Он попытался вернуться прежним в прежнюю жизнь. Но как бы со стороны увидел неприбранную комнату; на диване, у заставленного снедью и бутылками стола, пацан. Одной рукой вцепился в рюмку, другой безуспешно пытается посадить на вилку маринованный боровик - сосунок мнит себя истинным мужем. Он горд - горд? горд! кругом слезы, причитания, а он горд. И немного напуган. Но - что та его напуганность? Обычная растерянность перед неизвестностью. Самые кошмарные сны после коньячного прощания - мультики против действительности, даже если в ней уже и нет огня, смерти, уродства, а только хлев, ишак да тухлая вода раз в сутки.
Ведь они были разные: темноволосые, светло-русые, коротышки и высокие, наглые и стеснительные - а помнится одна сплошная масса сопливых остряков, и он там, один из них, не отличишь, не выделишь. И все горды своей особой миссией, своей избранностью, так сказать. Образумят неразумных, разведут по разным углам, и ждут их за то почет и улыбки. Но - два народа, две веры, две правды - а их убивали одинаково, и с обеих сторон на двух разных языках их одинаково поливали бранью.
Потом была иная гордость - кто ты был? хорошо, если крепкий, с кулаками, а то может тебя лупили походя в туалете за то, что жвачку не отдал или ...или ни за что, а просто так, потому что подвернулся под руку и нет у тебя друзей среди местной шпаны. И вдруг - один жест твоей руки и здоровый мужик ползает, молит о пощаде и запросто может вообще исчезнуть, как никогда и не был.
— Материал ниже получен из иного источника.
def stream_length_at_end(container: bytes) -> int | None:
    """The payload bytes of the stream whose closing frame ends `container` (that frame's
    stream position plus its length), read from the last frame's header alone; None when
    the container does not end with such a frame (a repair frame after it, a version 1
    stream, a cut or damaged tail, a size larger than the container itself, which no
    honest header gives). It is what a complete, undamaged single-stream
    container decodes to: a guess of the output's size, for decode_bytes to fill one
    object of that size rather than join pieces (a wrong guess costs only that join)."""
    start = container.rfind(fmt.MARKER_BYTES, max(0, len(container) - fmt.MAX_FRAME_WIRE_BYTES))
    if start < 0:
        return None
    at = start + len(fmt.MARKER_BYTES)
    try:
        header = fmt.decode_header(container[at: at + fmt.MAX_HEADER_BYTES])
    except fmt.HeaderError:
        return None
    if (header is None or not header.last or header.repair or header.version != fmt.FORMAT_VERSION
            or start + header.frame_bytes != len(container)):
        return None
    size = header.position + header.length
    return size if size <= len(container) else None  # every code adds bytes: more is a forged header


def _reads_whole(source: BinaryIO) -> bool:
    """Whether a read of source returns at once with all it asks for (an in-memory file
    or a regular file), so the scanner may read ahead to make longer runs: nothing waits
    for a peer, as it would on a pipe, socket or terminal."""
    if isinstance(source, io.BytesIO):
        return True
    try:
        return stat.S_ISREG(os.fstat(source.fileno()).st_mode)
    except (AttributeError, OSError, ValueError, io.UnsupportedOperation):
        return False


@dataclass
class ScanStats:
    skipped_bytes: int = 0  # input bytes that belonged to no decodable frame
    header_errors: list[str] = field(default_factory=list)  # checked headers with unusable values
Тот пацан знал все: что правильно, что неправильно, как жить, зачем жить. Что знает он? Знает, что остался жить... Но не знает - как.
Довольно, - одернул он себя, - ведь решено: есть настоящее, есть будущее и дальнее прошлое. И нет последних двух лет.
Он прислушался к хриплому динамику, уловив в его бормотании знакомое название. Самолет вылетел. Летит над страной, несет в себе частичку воздуха того города, где живет она, та, что два года была его девочкой и неделю была его женой.
Он снова встал, подошел к автомату. В кабине торчал какой-то мужик. Звонить? не звонить? чего он хочет? появиться внезапно, чтобы увидеть ее изумление? радость? или он боится?
Он снова уселся на скамью. Вновь закрыл глаза. Сна не было, в голове была мешанина из мыслей, воспоминаний. Отгоняя поздние наслоения, он старался погрузиться в прошлое: белое платье, золотистый шлейф волос, ласковый и лукавый прищур глаз, хрупкая шея и едва видный завиток в ямочке, быстрая походка - неуловимое, прохладное, свежее...
Тут он подумал, что жена его уже год считает себя вдовой и, наверное, ей не пристало носить белые платья. Или год - срок достаточный? Его год, ее год... Его день был, подчас, длиннее любого года, прожитого им на гражданке, и все равно его год был как один затяжной день, а как жила она? Он не мог представить, что она жила этот год, что-то делала, менялась...
Шумела в углу стайка девчат. Он присмотрелся: похожи на нее? Разные, они все были чем-то похожи друг на друга. А на нее? Чем-то... нет! на нее не похожи - земные, телесные, даже та, в полосатом сарафанчике, совсем юная, хрупкая... А она... Она... иллюзорна, что ли?
Он испугался (Впрочем, испуг - слово из другой, давней жизни. Он озадачился? или все-таки испугался?) своего понимания: она - иллюзорна (слово-то какое, он толком и не знает его смысла, но знает, чувствует, оно точно); она - иллюзорна, и она - реальна? реальна она? та, что живет в его памяти? или она совсем другая?
В былые годы он предпочитал не раздумывать, а жить, действовать, пускай его поступки не всегда бывали разумны, но год он только тем и занимался, что вспоминал, предполагал, мечтал... может быть, даже философствовал?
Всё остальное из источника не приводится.